**Input for this task**
══════════

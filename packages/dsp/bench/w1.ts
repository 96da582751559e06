// Workload W1: 120 DOFs × 5 hits × (1 force + 3 responses) × 16384 samples at 12.8 kHz, force window
// and exponential window, averaged into H1/H2/coherence per DOF with averageFrf.
// Run: pnpm --filter @resonote/dsp bench   (node --import tsx bench/w1.ts)
// When python3 with numpy is available, the same workload runs in numpy (bench/w1_numpy.py) and the
// ratio Node/numpy is printed. Data generation is not timed.
import { spawnSync } from 'node:child_process';
import { dirname, join } from 'node:path';
import { fileURLToPath } from 'node:url';
import FFT from 'fft.js';
import { averageFrf, type Hit } from '../src/index.ts';
import { useFastFft, useReferenceFft } from '../src/fast-fft.ts';

const DOFS = 120;
const HITS = 5;
const RESPONSES = 3;
const N = 16384;
const FS = 12800;
const REPEATS = 3;
const forceWindow = { startS: 0.01, lengthS: 0.01, taperS: 0.005 };
const exponentialWindow = { startS: 0.01, tauS: 0.3 };

/** Deterministic pseudo-noise in [−1, 1), the same formula as w1_numpy.py. */
function hashNoise(i: number, seed: number): number {
  const v = Math.sin(i * 12.9898 + seed * 78.233) * 43758.5453;
  return 2 * (v - Math.floor(v)) - 1;
}

function makeDof(d: number): Hit[] {
  const hits: Hit[] = [];
  for (let h = 0; h < HITS; h++) {
    const seed = d * 16 + h * 4;
    const amp = 80 + 10 * h + (d % 7);
    const force = new Float64Array(N);
    const t0 = 0.01;
    const tc = 0.0008;
    for (let i = 0; i < N; i++) {
      const t = i / FS - t0;
      force[i] = (t >= 0 && t <= tc ? amp * Math.sin((Math.PI * t) / tc) : 0) + 0.05 * hashNoise(i, seed);
    }
    const responses: Float64Array[] = [];
    for (let r = 0; r < RESPONSES; r++) {
      const x = new Float64Array(N);
      for (let i = 0; i < N; i++) {
        const t = i / FS - t0;
        let v = 0;
        if (t > 0) {
          for (let m = 0; m < 3; m++) {
            const f = 40 + 35 * m * (1 + 0.1 * r) + (d % 5);
            v += Math.exp(-0.01 * 2 * Math.PI * f * t) * Math.sin(2 * Math.PI * f * t) * (1 + m + r);
          }
        }
        x[i] = amp * 0.01 * v + 0.002 * hashNoise(i, seed + r + 1);
      }
      responses.push(x);
    }
    hits.push({ force, responses });
  }
  return hits;
}

console.log(`W1: ${DOFS} DOFs × ${HITS} hits × (1 force + ${RESPONSES} responses) × ${N} samples at ${FS} Hz`);
const tg = performance.now();
const data: Hit[][] = [];
for (let d = 0; d < DOFS; d++) data.push(makeDof(d));
console.log(`data generated in ${((performance.now() - tg) / 1000).toFixed(1)} s (not timed)`);

let check = 0;
const run = (): number => {
  const t = performance.now();
  for (let d = 0; d < DOFS; d++) {
    const r = averageFrf(data[d], FS, { forceWindow, exponentialWindow });
    if (d === 0) {
      let s = 0;
      for (let k = 1; k < r.f.length; k++) s += Math.hypot(r.h1[0].re[k], r.h1[0].im[k]);
      check = s / (r.f.length - 1);
    }
  }
  return (performance.now() - t) / 1000;
};
const timeEngine = (label: string): number => {
  run(); // warm-up (JIT, FFT plan)
  const times: number[] = [];
  for (let i = 0; i < REPEATS; i++) times.push(run());
  const best = Math.min(...times);
  console.log(`${label}: best ${best.toFixed(3)} s of ${REPEATS} runs [${times.map((t) => t.toFixed(3)).join(', ')}]; mean |H1| DOF 0 ch 0 = ${check.toPrecision(8)}`);
  return best;
};
// The double-precision path (fft.js), the default everywhere, then the server's fast path
// (PFFFT WebAssembly SIMD, float32; src/fast-fft.ts) on the same data in the same process.
useReferenceFft();
const nodeRef = timeEngine('node fft.js (float64)      ');
const fast = await useFastFft();
const nodeFast = fast ? timeEngine('node PFFFT wasm SIMD (f32) ') : Number.NaN;
if (!fast) console.log('node PFFFT wasm SIMD (f32) : not available in this runtime; skipped');
useReferenceFft();
const node = fast ? nodeFast : nodeRef;

// The least transform work any implementation built on fft.js (design.md: "fft.js for the FFT") must do
// for W1: one complex transform of N/2 points per real record (the real-input FFT of src/fft.ts), with
// nothing else — no windows, no split into the one-sided spectrum, no averaging.
const half = new FFT(N / 2);
const spectrum = new Float64Array(N);
const floorRun = (): number => {
  const t = performance.now();
  for (const hits of data) {
    for (const h of hits) {
      half.transform(spectrum, h.force as Float64Array);
      for (const r of h.responses) half.transform(spectrum, r as Float64Array);
    }
  }
  return (performance.now() - t) / 1000;
};
floorRun();
const floor = Math.min(floorRun(), floorRun(), floorRun());
const records = DOFS * HITS * (1 + RESPONSES);
console.log(`fft.js : ${records} complex transforms of ${N / 2} points alone (the floor under fft.js): best ${floor.toFixed(3)} s = ${((floor / records) * 1e6).toFixed(0)} µs per record`);

const here = dirname(fileURLToPath(import.meta.url));
const hasNumpy = spawnSync('python3', ['-c', 'import numpy'], { stdio: 'ignore' }).status === 0;
if (!hasNumpy) {
  console.log('numpy  : python3 with numpy not found; skipped');
} else {
  const script = join(here, 'w1_numpy.py');
  const runPy = (env: NodeJS.ProcessEnv) => {
    const p = spawnSync('python3', [script, String(DOFS), String(HITS), String(RESPONSES), String(N), String(FS), String(REPEATS)], {
      env,
      encoding: 'utf8',
    });
    if (p.status !== 0) throw new Error(`w1_numpy.py failed: ${p.stderr}`);
    return JSON.parse(p.stdout.trim().split('\n').pop() as string) as { best: number; times: number[]; check: number; numpy: string };
  };
  // numpy allocates large temporaries and the FRF outputs are fresh typed arrays: on VMs where
  // returning memory to the OS makes every new allocation page-fault (this one), glibc's malloc
  // settings change both sides a lot. numpy therefore runs twice: in this process's environment
  // (the fair pairing for the node figure above) and with malloc keeping freed memory (numpy's best
  // case). Run `MALLOC_MMAP_THRESHOLD_=1000000000 MALLOC_TRIM_THRESHOLD_=1000000000
  // MALLOC_TOP_PAD_=268435456 pnpm --filter @resonote/dsp bench` for node under the same settings.
  const tunedEnv = { MALLOC_MMAP_THRESHOLD_: '1000000000', MALLOC_TRIM_THRESHOLD_: '1000000000', MALLOC_TOP_PAD_: '268435456' };
  const nodeTuned = process.env.MALLOC_MMAP_THRESHOLD_ === tunedEnv.MALLOC_MMAP_THRESHOLD_;
  const same = runPy(process.env);
  const tuned = runPy({ ...process.env, ...tunedEnv });
  const fmt = (r: typeof same) => `best ${r.best.toFixed(3)} s [${r.times.map((t) => t.toFixed(3)).join(', ')}]`;
  console.log(`numpy ${same.numpy} (same environment as node${nodeTuned ? ', malloc keeps memory' : ', default malloc'}): ${fmt(same)}; mean |H1| DOF 0 ch 0 = ${same.check.toPrecision(8)}`);
  if (!nodeTuned) console.log(`numpy ${tuned.numpy} (malloc keeps memory): ${fmt(tuned)}`);
  console.log(`ratio node/numpy, same environment: fast path = ${(node / same.best).toFixed(2)} (target ≤ 1.00); fft.js path = ${(nodeRef / same.best).toFixed(2)}`);
  if (!nodeTuned) {
    console.log(`ratio node/numpy, against numpy's best case = ${(node / tuned.best).toFixed(2)}; fft.js floor/numpy's best case = ${(floor / tuned.best).toFixed(2)}`);
  }
}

══════════

**What you need to do**
Please output exactly the lines between the one holding "is not timed." and the one holding "const REPEATS = 3;" in the records above, inclusive, and nothing more.

**Answer for this exercise**
// ratio Node/numpy is printed. Data generation is not timed.
import { spawnSync } from 'node:child_process';
import { dirname, join } from 'node:path';
import { fileURLToPath } from 'node:url';
import FFT from 'fft.js';
import { averageFrf, type Hit } from '../src/index.ts';
import { useFastFft, useReferenceFft } from '../src/fast-fft.ts';

const DOFS = 120;
const HITS = 5;
const RESPONSES = 3;
const N = 16384;
const FS = 12800;
const REPEATS = 3;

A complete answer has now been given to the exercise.